Title: Jedi Mind Tricks
Post by: jedimaster on November 23, 2014, 06:49:28 PM
Got over a bit of a hurdle today.  My uBPDw had her foot surgery this week and needed to go out today.  It was the first time in about three weeks that we have spent an extended time together, in the car and away from the house.  I was extremely apprehensive, but it seemed to go well.  She seems to be trying to sort out some of the stuff she has been dealing with lately, but in a more gentle way.  She is still trapped in her own reality and is still convinced all our issues would go away if I could just get myself straightened out.  Today I listened, but didn't even attempt to refute or comment directly on anything she said regarding me.  I just did my best to express sympathy with what she was feeling without accepting blame or responsibility for any of it.  It is strange to see how she responds positively to validating her feelings, even while I'm specifically avoiding comment on the thing she just accused me of.  It gives some insight into how the BPD mind works.

In my life outside this forum I'm a huge Star Wars fan and all my friends know it.  Lately I've been experimenting with using some visualization techniques to help me not JADE or react negatively to the comments my wife makes.  I've been distracting myself during her verbal attacks by imagining that I'm using the Force to avoid being emotionally impacted :)  I can visualize her attacks and comments being deflected and sliding right by me emotionally, while I am still hearing the words so I can listen to what she says.  Strange as it sounds, it really helped me allow her to say whatever she wanted to without it hurting me.  In the meantime, through "the Force" I focused on tuning into the pain she was feeling that was driving the negativity.

By now I'm sure everyone on here is convinced I'm the one in the alternate universe  :)  But really I'm just exploring ways to detach and indulging myself in a little amusing distraction to keep my mind away from reacting to her attacks. 

I even came up with my own acronym-- JEDI: Just Empathize; Don't Internalize 

Jedi or not, after spending the day being mindful and "using the Force" to make sure the day went well, I am exhausted :)  I feel like Luke Skywalker after a hard day tramping around the swamp helping Yoda lift X-wings  :)

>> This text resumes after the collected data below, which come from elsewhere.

import { randomBytes } from 'node:crypto';
import { telemetryKeys } from '../../db';
import type { ActionTx } from '../../http/context';
import { hash } from '../../http/session';

/** Makes a bearer key for a telemetry source. The key is answered once and kept as a hash only. */
export function newTelemetryKey(tx: ActionTx, id: string, name: string, now: number): string {
  tx.authorise('create', 'TelemetryKey', {});
  const key = randomBytes(32).toString('base64url');
  tx.db.insert(telemetryKeys, { id, name, keyHash: hash(key), createdAt: now });
  tx.audit('TelemetryKey', id, { name });
  return key;
}
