#[cfg(test)]
#[allow(clippy::unwrap_used, clippy::expect_used)]
mod tests {
    use super::*;

    #[test]
    fn every_unit_of_the_table_reads_as_its_si_value() {
        use Dimension::*;
        let pi = std::f64::consts::PI;
        // By the definitions in the SI brochure (9th edition) and NIST SP 811, appendix B.
        for (text, dimension, si) in [
            ("1 m", Length, 1.0),
            ("80 mm", Length, 0.08),
            ("80mm", Length, 0.08),
            ("9 mm", Length, 0.009),
            (" 2.5  cm ", Length, 0.025),
            ("35 um", Length, 35e-6),
            ("35 µm", Length, 35e-6),
            ("35 μm", Length, 35e-6),
            ("1 in", Length, 0.0254),
            ("1 ft", Length, 0.3048),
            ("32 W", Power, 32.0),
            ("250 mW", Power, 0.25),
            ("1.2 kW", Power, 1200.0),
            ("-3 W", Power, -3.0),
            ("\u{2212}3 W", Power, -3.0),
            ("40 degC", Temperature, 313.15),
            ("40 °C", Temperature, 313.15),
            ("40°C", Temperature, 313.15),
            ("40 ℃", Temperature, 313.15),
            ("-40 degF", Temperature, 233.15),
            ("86 °F", Temperature, 303.15),
            ("300 K", Temperature, 300.0),
            ("90 deg", Angle, pi / 2.0),
            ("90°", Angle, pi / 2.0),
            ("2 Pa", Pressure, 2.0),
            ("101.325 kPa", Pressure, 101_325.0),
            ("1013.25 hPa", Pressure, 101_325.0),
            ("1 mmH2O", Pressure, 9.80665),
            ("1 mmH₂O", Pressure, 9.80665),
            ("1 inH2O", Pressure, 249.08891),
            ("36 m3/h", VolumeFlow, 0.01),
            ("36 m³/h", VolumeFlow, 0.01),
            ("36 m^3 / h", VolumeFlow, 0.01),
            ("0.5 m3/s", VolumeFlow, 0.5),
            ("5 l/s", VolumeFlow, 0.005),
            ("60 l/min", VolumeFlow, 0.001),
            ("1 cfm", VolumeFlow, 4.7194744320e-4),
            ("0.2 W/(m K)", Conductivity, 0.2),
            ("0.2 W/(m·K)", Conductivity, 0.2),
            ("0.2 W/(m*K)", Conductivity, 0.2),
            ("0.2 W/mK", Conductivity, 0.2),
            ("0.2W/(mK)", Conductivity, 0.2),
            ("0.2 W / (m K)", Conductivity, 0.2),
            ("8 W/(m2 K)", Film, 8.0),
            ("8 W/(m² K)", Film, 8.0),
            ("8 W/m²K", Film, 8.0),
            ("100 W/m2", Flux, 100.0),
            ("1 W/cm²", Flux, 1e4),
            ("0.6 K m2/W", AreaResistance, 0.6),
            ("0.6 K·cm²/W", AreaResistance, 0.6e-4),
            ("0.6 cm2 K/W", AreaResistance, 0.6e-4),
            ("2 K/W", Resistance, 2.0),
            ("1007 J/(kg K)", SpecificHeat, 1007.0),
            ("1.007 kJ/(kg K)", SpecificHeat, 1007.0),
            ("2700 kg/m3", Density, 2700.0),
            ("2.7 g/cm3", Density, 2700.0),
            ("1.95e-5 Pa s", Viscosity, 1.95e-5),
            ("1.95E-5 Pa·s", Viscosity, 1.95e-5),
            ("1.5e-5 m2/s", Diffusivity, 1.5e-5),
            ("0.0032 1/K", Expansion, 0.0032),
            ("0.0032 K⁻¹", Expansion, 0.0032),
            ("2 s", Time, 2.0),
            ("2 min", Time, 120.0),
            ("2 h", Time, 7200.0),
            ("60 %", Share, 0.6),
            ("60%", Share, 0.6),
            (".5 m", Length, 0.5),
            ("5. m", Length, 5.0),
            ("+5 m", Length, 5.0),
        ] {
            let read = parse(text, dimension);
            let read = read.unwrap_or_else(|e| panic!("{text:?}: {e:?}"));
            // 15 digits are kept in a conversion.
            assert!((read - si).abs() <= 5e-15 * si.abs(), "{text:?} reads as {read}, not {si}");
        }
    }

    #[test]
    fn symbols_are_exact_in_case_and_near_misses_are_named() {
        for (text, dimension, nearest) in [
            ("80 MM", Dimension::Length, Some("mm")),
            ("80 Mm", Dimension::Length, Some("mm")),
            ("5 w", Dimension::Power, Some("W")),
            ("5 kw", Dimension::Power, Some("kW")),
            ("40 C", Dimension::Temperature, Some("degC")),
            ("40 degc", Dimension::Temperature, Some("degC")),
            ("5 Watt", Dimension::Power, None),
            ("5 parsec", Dimension::Length, None),
            ("5 W/(mm K)", Dimension::Conductivity, Some("W/(m K)")),
        ] {
            let Err(UnitError::UnknownUnit { nearest: found, .. }) = parse(text, dimension) else {
                panic!("{text:?}: {:?}", parse(text, dimension));
            };
            assert_eq!(found, nearest, "{text:?}");
        }
    }

    #[test]
    fn what_is_no_quantity_is_told_apart() {
        let length = |text| parse(text, Dimension::Length).unwrap_err();
        assert_eq!(length(""), UnitError::NoNumber);
        assert_eq!(length("mm"), UnitError::NoNumber);
        assert_eq!(length("e5 mm"), UnitError::NoNumber);
        assert_eq!(length("80"), UnitError::NoUnit { number: "80".into() });
        assert_eq!(length("1,5 mm"), UnitError::Comma("1.5 mm".into()));
        assert_eq!(length("inf mm"), UnitError::NotFinite);
        assert_eq!(length("-NaN mm"), UnitError::NotFinite);
        assert_eq!(length("1e400 mm"), UnitError::NotFinite);
        let wrong = UnitError::WrongDimension { number: "3".into(), is: Dimension::Power };
        assert_eq!(length("3 W"), wrong);
    }

    #[test]
    fn spellings_are_unique_and_normal() {
        let mut seen = std::collections::HashSet::new();
        for unit in UNITS {
            for spelling in unit.spellings {
                assert!(seen.insert(spelling), "{spelling} twice");
                assert_eq!(normalised(spelling), *spelling);
            }
        }
    }

    #[test]
    fn written_values_are_short_and_read_back() {
        assert_eq!(write(0.009, "mm"), "9 mm");
        assert_eq!(write(313.15, "degC"), "40 degC");
        assert_eq!(parse(&write(0.1 + 0.2, "mm"), Dimension::Length), Ok(0.1 + 0.2));
        assert_eq!(write(1.95e-5, "Pa s"), "1.95e-5 Pa s");
    }
}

Title: Re: Jedi Mind Tricks
Post by: sadeyes on November 23, 2014, 10:19:11 PM
May the force be with you, jedimaster (sorry I couldn't resist:-) )

In all seriousness, I love that you're finding a way to depersonalize the comments. I've tried to think of similar ways of not talking the venom!


Title: Re: Jedi Mind Tricks
Post by: flowerpath on November 23, 2014, 11:30:53 PM
Thanks for the levity, jedimaster!  Glad this works for you!  I might just have to give these Jedi mind tricks a try! 


Title: Re: Jedi Mind Tricks
Post by: sweetheart on November 24, 2014, 05:44:01 AM
oh jedimaster,

What a lovely post it made me smile :) thank you for sharing it with us. Visualisation can be a really useful technique for all sorts of things. I am happy that it is helping you.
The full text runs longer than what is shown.